→ EXERCISE BRIEF
Go over the lines below, and when one contains the word "EditorToolbarProps", copy it.

→ DATA RECORDS
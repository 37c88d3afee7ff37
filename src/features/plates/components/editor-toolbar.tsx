// The editor's commands: undo and redo, copy and paste, fills and patterns, templates, the
// replicates the checks ask for, and Save with the version the editor started from.
import { Badge } from '@/components/ui/badge';
import { Button } from '@/components/ui/button';

export type EditorToolbarProps = {
  canUndo: boolean;
  canRedo: boolean;
  dirty: boolean;
  saving: boolean;
  version: number;
  replicatesRequired: number;
  onUndo: () => void;
  onRedo: () => void;
  onCopy: () => void;
  onPaste: () => void;
  onClear: () => void;
  onFill: () => void;
  onPattern: () => void;
  onApplyTemplate: () => void;
  onSaveTemplate: () => void;
  onReplicatesRequired: (n: number) => void;
  onSave: () => void;
};

const mod = typeof navigator !== 'undefined' && /Mac/.test(navigator.platform) ? '⌘' : 'Ctrl+';

export function EditorToolbar(p: EditorToolbarProps) {
  return (
    <div className="flex flex-wrap items-center gap-2" role="toolbar" aria-label="Map commands">
      <Button size="sm" onClick={p.onUndo} disabled={!p.canUndo} title={`Undo (${mod}Z)`}>
        Undo
      </Button>
      <Button size="sm" onClick={p.onRedo} disabled={!p.canRedo} title={`Redo (${mod}Shift+Z)`}>
        Redo
      </Button>
      <span className="mx-1 h-5 w-px bg-line" aria-hidden="true" />
      <Button size="sm" onClick={p.onCopy} title={`Copy the selected wells (${mod}C)`}>
        Copy
      </Button>
      <Button size="sm" onClick={p.onPaste} title={`Paste at the selection (${mod}V)`}>
        Paste
      </Button>
      <Button size="sm" onClick={p.onClear} title="Clear the selected wells (Delete)">
        Clear
      </Button>
      <span className="mx-1 h-5 w-px bg-line" aria-hidden="true" />
      <Button size="sm" onClick={p.onFill}>
        Fill pH series…
      </Button>
      <Button size="sm" onClick={p.onPattern}>
        Replicate pattern…
      </Button>
      <Button size="sm" onClick={p.onApplyTemplate}>
        Apply template…
      </Button>
      <Button size="sm" onClick={p.onSaveTemplate}>
        Save as template…
      </Button>
      <label className="ml-2 flex items-center gap-1.5 text-sm text-ink-muted">
        Replicates required
        <select
          className="h-7 rounded border border-line-strong bg-surface px-1 text-ink"
          value={p.replicatesRequired}
          onChange={(e) => p.onReplicatesRequired(Number(e.target.value))}
        >
          {Array.from({ length: 8 }, (_, i) => (
            <option key={i} value={i + 1}>
              {i + 1}
            </option>
          ))}
        </select>
      </label>
      <span className="ml-auto flex items-center gap-2">
        {p.dirty ? (
          <Badge tone="warning">Unsaved changes</Badge>
        ) : (
          <span className="text-sm text-ink-muted">Saved · version {p.version}</span>
        )}
        <Button
          variant="primary"
          size="sm"
          onClick={p.onSave}
          busy={p.saving}
          disabled={!p.dirty}
          title={`Save the map (${mod}S)`}
        >
          Save map
        </Button>
      </span>
    </div>
  );
}
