// A new plate: name and format, starting empty, from a team template, or from another plate's map.
import { zodResolver } from '@hookform/resolvers/zod';
import { useState } from 'react';
import { useForm } from 'react-hook-form';
import type { z } from 'zod';
import { plateCreateSchema } from '@shared/schemas/plates';
import type { PlateSummary } from '@shared/schemas/plates-types';
import { Button } from '@/components/ui/button';
import { Dialog } from '@/components/ui/dialog';
import { SelectField, TextField } from '@/components/ui/field';
import { Notice } from '@/components/ui/notice';
import { applyServerErrors } from '@/lib/form-errors';
import { useCreatePlate } from '../api/create-plate';
import { useTemplates } from '../api/get-templates';

type Values = z.input<typeof plateCreateSchema>;
type Start = 'empty' | 'template' | 'plate';

export type NewPlateDialogProps = {
  open: boolean;
  onClose: () => void;
  studyId: string;
  teamId: string;
  plates: PlateSummary[];
  onCreated: (plate: PlateSummary) => void;
};

export function NewPlateDialog({ open, onClose, studyId, teamId, plates, onCreated }: NewPlateDialogProps) {
  const [start, setStart] = useState<Start>('empty');
  const [sourceId, setSourceId] = useState('');
  const [formError, setFormError] = useState<string | null>(null);
  const form = useForm<Values, unknown, z.output<typeof plateCreateSchema>>({
    resolver: zodResolver(plateCreateSchema),
    defaultValues: {
      name: `Plate ${plates.length + 1}`,
      format: 96,
      templateId: null,
      copyFromPlateId: null,
    },
  });
  // Radios give text; the schema wants the number, so the format is set by hand.
  const format = form.watch('format') === 384 ? 384 : 96;
  const templates = useTemplates(teamId, format, { enabled: open && start === 'template' });
  const sources = plates.filter((p) => p.format === format);
  const { errors } = form.formState;
  const close = () => {
    form.reset({ name: `Plate ${plates.length + 1}`, format: 96, templateId: null, copyFromPlateId: null });
    setStart('empty');
    setSourceId('');
    setFormError(null);
    onClose();
  };
  const create = useCreatePlate(studyId, {
    onSuccess: (plate) => {
      close();
      onCreated(plate);
    },
  });
  const onSubmit = form.handleSubmit((values) => {
    setFormError(null);
    const input = {
      ...values,
      templateId: start === 'template' ? sourceId || null : null,
      copyFromPlateId: start === 'plate' ? sourceId || null : null,
    };
    if (start === 'template' && !input.templateId) return setFormError('Choose a template, or start empty.');
    if (start === 'plate' && !input.copyFromPlateId)
      return setFormError('Choose a plate to copy, or start empty.');
    create.mutate(input, {
      onError: (error) => setFormError(applyServerErrors(error, form.setError, ['name', 'format'])),
    });
  });
  const radio = (value: Start, label: string, disabled = false) => (
    <label className={disabled ? 'text-ink-faint' : ''}>
      <input
        type="radio"
        name="start"
        checked={start === value}
        disabled={disabled}
        onChange={() => (setStart(value), setSourceId(''))}
      />{' '}
      {label}
    </label>
  );
  return (
    <Dialog
      open={open}
      onClose={close}
      title="New plate"
      footer={
        <>
          <Button onClick={close}>Cancel</Button>
          <Button type="submit" form="new-plate-form" variant="primary" busy={create.isPending}>
            Create plate
          </Button>
        </>
      }
    >
      <form id="new-plate-form" onSubmit={onSubmit} noValidate className="space-y-4">
        {formError && <Notice tone="error">{formError}</Notice>}
        <TextField label="Plate name" autoFocus error={errors.name?.message} {...form.register('name')} />
        <fieldset>
          <legend className="mb-1 font-semibold">Format</legend>
          <label className="mr-4">
            <input
              type="radio"
              name="format"
              checked={format === 96}
              onChange={() => form.setValue('format', 96)}
            />{' '}
            96 wells (8 × 12)
          </label>
          <label>
            <input
              type="radio"
              name="format"
              checked={format === 384}
              onChange={() => form.setValue('format', 384)}
            />{' '}
            384 wells (16 × 24)
          </label>
          {errors.format && <p className="mt-1 text-sm text-danger-600">{errors.format.message}</p>}
        </fieldset>
        <fieldset className="space-y-1">
          <legend className="mb-1 font-semibold">Start</legend>
          <div className="flex flex-col gap-1">
            {radio('empty', 'Empty')}
            {radio('template', 'From a team template')}
            {radio('plate', 'As a copy of another plate of this study', sources.length === 0)}
          </div>
        </fieldset>
        {start === 'template' && (
          <SelectField label="Template" value={sourceId} onChange={(e) => setSourceId(e.target.value)}>
            <option value="">
              {templates.isPending
                ? 'Loading…'
                : templates.data?.length
                  ? 'Choose…'
                  : `No ${format}-well templates yet`}
            </option>
            {templates.data?.map((t) => (
              <option key={t.id} value={t.id}>
                {t.name} ({Object.keys(t.map.wells).length} wells)
              </option>
            ))}
          </SelectField>
        )}
        {start === 'plate' && (
          <SelectField label="Plate to copy" value={sourceId} onChange={(e) => setSourceId(e.target.value)}>
            <option value="">Choose…</option>
            {sources.map((p) => (
              <option key={p.id} value={p.id}>
                {p.name}
              </option>
            ))}
          </SelectField>
        )}
      </form>
    </Dialog>
  );
}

→ FINISHED TASK
export type EditorToolbarProps = {
export function EditorToolbar(p: EditorToolbarProps) {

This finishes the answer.